Вряд ли полковник успевает по ней соскучиться, но Холдо возвращается из уголка, называемого камбузом, и молча ставит на панель стаканчики, как и чай незадолго до этого.
— Мы с вами, Уэс, — замечает она, — как-то умудряемся разойтись во мнениях, хотя ходим вокруг одного и того же смысла, по одной дороге и в одном направлении, — она замолкает на секунду, отвинчивая пробку черной бутылки, — Но по разные ее стороны. Вы смотрите — со своей, а я со стороны тех, кто вас окружает. Но я бы сделала тот же выбор, что и вы, Уэс. И обоснование для этого у меня…
Она не спрашивает его, просто разливает по чуть-чуть в каждый стаканчик. Ну, да, на фрахтовике изысков питейной культуры не предусмотрено. Но так и они тоже не из изысков общества.

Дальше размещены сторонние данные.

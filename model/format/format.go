// Package format is how rampwise writes its numbers and labels wherever it
// shows them (the commands, the figure and sheet, the terminal UI), so that
// a resolution, a unit or the critical-pair mark reads the same everywhere.
// It returns strings; it prints nothing.
package format

import (
	"math"
	"math/big"
	"strconv"
	"strings"
)

// Unit labels.
const (
	UnitDH       = "kJ/mol"
	UnitDS       = "J/(mol·K)"
	UnitDCp      = "J/(mol·K)"
	UnitTemp     = "°C"
	UnitRate     = "°C/min"
	UnitTime     = "min"
	UnitWidth    = "s"
	UnitFlow     = "mL/min"
	UnitPressure = "kPa"
)

// Column headings that the peak tables share.
const (
	HeadRsNext = "Rs to next"
	HeadTarget = "target"
)

// CriticalMark marks the critical pair (the counted pair of lowest
// resolution) in peak tables, the UI and the figure's legend.
const CriticalMark = "◆"

// CriticalPair is "◆ first / second".
func CriticalPair(first, second string) string { return CriticalMark + " " + first + " / " + second }

// Met reports whether a minimum resolution reaches the target (compared
// unrounded: 1.4951 does not reach 1.5).
func Met(rs, target float64) bool { return rs >= target }

// Verdict is the word for Met: "met" or "not met".
func Verdict(rs, target float64) string {
	if Met(rs, target) {
		return "met"
	}
	return "not met"
}

// RsDigits is how many decimals a resolution is shown with: 2, or 3 when
// it is within 0.01 of the target, and more while the shown value would
// read as the target itself on the wrong side of it (1.4999 is "1.4999",
// never "1.500 not met").
func RsDigits(rs, target float64) int {
	if math.IsNaN(rs) || math.IsInf(rs, 0) || !(math.Abs(rs-target) < 0.01) {
		return 2
	}
	d := 3
	for d < 6 {
		shown, _ := strconv.ParseFloat(strconv.FormatFloat(rs, 'f', d, 64), 64)
		if (shown >= target) == Met(rs, target) {
			break
		}
		d++
	}
	return d
}

// RsNumber is a resolution at RsDigits decimals; "–" when there is none.
func RsNumber(rs, target float64) string {
	if math.IsNaN(rs) || math.IsInf(rs, 0) {
		return "–"
	}
	return strconv.FormatFloat(rs, 'f', RsDigits(rs, target), 64)
}

// Target is the target resolution: two decimals, more when it has them.
func Target(target float64) string {
	s := strconv.FormatFloat(target, 'f', -1, 64)
	if t := strconv.FormatFloat(target, 'f', 2, 64); len(t) >= len(s) {
		return t
	}
	return s
}

// Rs is a minimum resolution with its verdict against the target:
// "1.495 not met (target 1.50)", "1.62 met (target 1.50)".
func Rs(rs, target float64) string {
	if math.IsNaN(rs) || math.IsInf(rs, 0) {
		return "– (no counted pair; target " + Target(target) + ")"
	}
	return RsNumber(rs, target) + " " + Verdict(rs, target) + " (target " + Target(target) + ")"
}

// Pair is the resolution of one adjacent pair in a peak table: two
// decimals, or RsDigits near the target.
func Pair(rs, target float64) string { return RsNumber(rs, target) }

// Num is a number as the file would hold it, without trailing zeros: 1.2,
// 325, 0.25; very small or very large magnitudes in exponent form (1e-09).
func Num(x float64) string {
	if a := math.Abs(x); a != 0 && (a < 1e-4 || a >= 1e9) {
		return strconv.FormatFloat(x, 'g', -1, 64)
	}
	return strconv.FormatFloat(x, 'f', -1, 64)
}

// RsAll is Rs for a run in which the targets named in notEluted elute after
// the program ends: the run does not meet the goal whatever the resolution
// of the pairs that did elute, and the summary says so and names them:
// "1.71 not met (target 1.50; nootkatone does not elute)". Without such
// targets it is Rs.
func RsAll(rs, target float64, notEluted []string) string {
	if len(notEluted) == 0 {
		return Rs(rs, target)
	}
	num := RsNumber(rs, target)
	return num + " not met (target " + Target(target) + "; " + NotEluted(notEluted) + ")"
}

// MetAll reports whether a run meets the goal: its minimum resolution
// reaches the target and every target elutes within the program.
func MetAll(rs, target float64, notEluted int) bool { return notEluted == 0 && Met(rs, target) }

// VerdictAll is the word for MetAll: "met" or "not met".
func VerdictAll(rs, target float64, notEluted int) string {
	if MetAll(rs, target, notEluted) {
		return "met"
	}
	return "not met"
}

// NotEluted names targets that elute after the program: "nootkatone does
// not elute", "a, b do not elute", "a, b, c and 2 more do not elute".
func NotEluted(names []string) string {
	const show = 3
	list := ""
	for i, n := range names {
		if i == show {
			list += " and " + strconv.Itoa(len(names)-show) + " more"
			break
		}
		if i > 0 {
			list += ", "
		}
		list += n
	}
	if len(names) == 1 {
		return list + " does not elute"
	}
	return list + " do not elute"
}

// StepDecimals is how many decimals show a multiple of the keypad step
// exactly: 0 for 1 or 5, 1 for 0.1 or 0.5, 2 for 0.01 or 0.25 (at most 6).
func StepDecimals(step float64) int {
	step = math.Abs(step)
	for d := 0; d < 6; d++ {
		p := math.Pow(10, float64(d))
		if math.Abs(step*p-math.Round(step*p)) < 1e-9*math.Max(1, step*p) {
			return d
		}
	}
	return 6
}

// OnStep is x rounded to the nearest multiple of step and written at the
// step's precision: OnStep(82.25, 0.1) is "82.3", never 82.30000000000001.
// The rounding is decimal, on the number as written (its shortest
// decimal form), half-way values away from zero, as a person rounds:
// 12.35 is 12.4 and 1.005 is 1.01 on steps of 0.1 and 0.01, although in
// binary 12.35 is 12.3499999… and a binary rounding gives 12.3. With no
// step (0) it is Clean(x).
func OnStep(x, step float64) string {
	if !(step > 0) || math.IsNaN(x) || math.IsInf(x, 0) || math.IsInf(step, 0) {
		return Clean(x)
	}
	d := StepDecimals(step)
	xr, ok1 := new(big.Rat).SetString(strconv.FormatFloat(x, 'g', -1, 64))
	sr, ok2 := new(big.Rat).SetString(strconv.FormatFloat(step, 'g', -1, 64))
	if !ok1 || !ok2 {
		return strconv.FormatFloat(math.Round(x/step)*step, 'f', d, 64)
	}
	q := new(big.Rat).Quo(xr, sr)
	// n = round(|q|) half up = floor((2·num + den) / (2·den)), signed
	num := new(big.Int).Abs(q.Num())
	den := new(big.Int).Lsh(q.Denom(), 1)
	n := new(big.Int).Quo(num.Add(num.Lsh(num, 1), q.Denom()), den)
	if q.Sign() < 0 {
		n.Neg(n)
	}
	v := new(big.Rat).Mul(new(big.Rat).SetInt(n), sr)
	out := v.FloatString(d)
	if strings.Trim(out, "-0.") == "" {
		out = strings.TrimPrefix(out, "-") // no "-0.0"
	}
	return out
}

// Clean is a computed number for a message: at most 12 significant digits,
// trailing zeros dropped, so that binary noise (36.66666666666667,
// 308.90000000000003) never shows; values as written in a file (at most
// 12 digits) are unchanged.
func Clean(x float64) string {
	if math.IsNaN(x) || math.IsInf(x, 0) {
		return strconv.FormatFloat(x, 'g', -1, 64)
	}
	r, _ := strconv.ParseFloat(strconv.FormatFloat(x, 'g', 12, 64), 64)
	return Num(r)
}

— … и обоснование такого выбора у меня сходное с вашим. Разве что у вас друзей все же побольше. И даже на моей Нинке. А политики кому нравятся? Это же не пилоты истребителей, — усмехается Холдо, бросая взгляд на полковника.
К запахам металла и другим характерным запахам аппаратуры примешивается теперь острый и теплый аромат кореллианского виски.
— Но, наверное, если бы могли жить иначе, мы были бы не здесь и занимались чем-то другим. А вы бы что делали, Уэс? Если бы не Восстание? — поднимает она на него вопросительный взгляд.
Думает она, правда, не только о том, где бы они еще не встретились в те года, если бы Восстания не случилось, если бы Империи удалось его задушить при его рождении. Она думает, что в первый раз вошла в кокпит с самым твердым решением держаться подальше от полковника Янсона. Это было где-то час назад, меньше?
И теперь так странно... Живешь и мир выглядит так, как он выглядит. Но появляется кто-то, без которого мир становится другим. Будто он свернул его неповторимый свет и радостные краски — как декорацию. И унес с собой.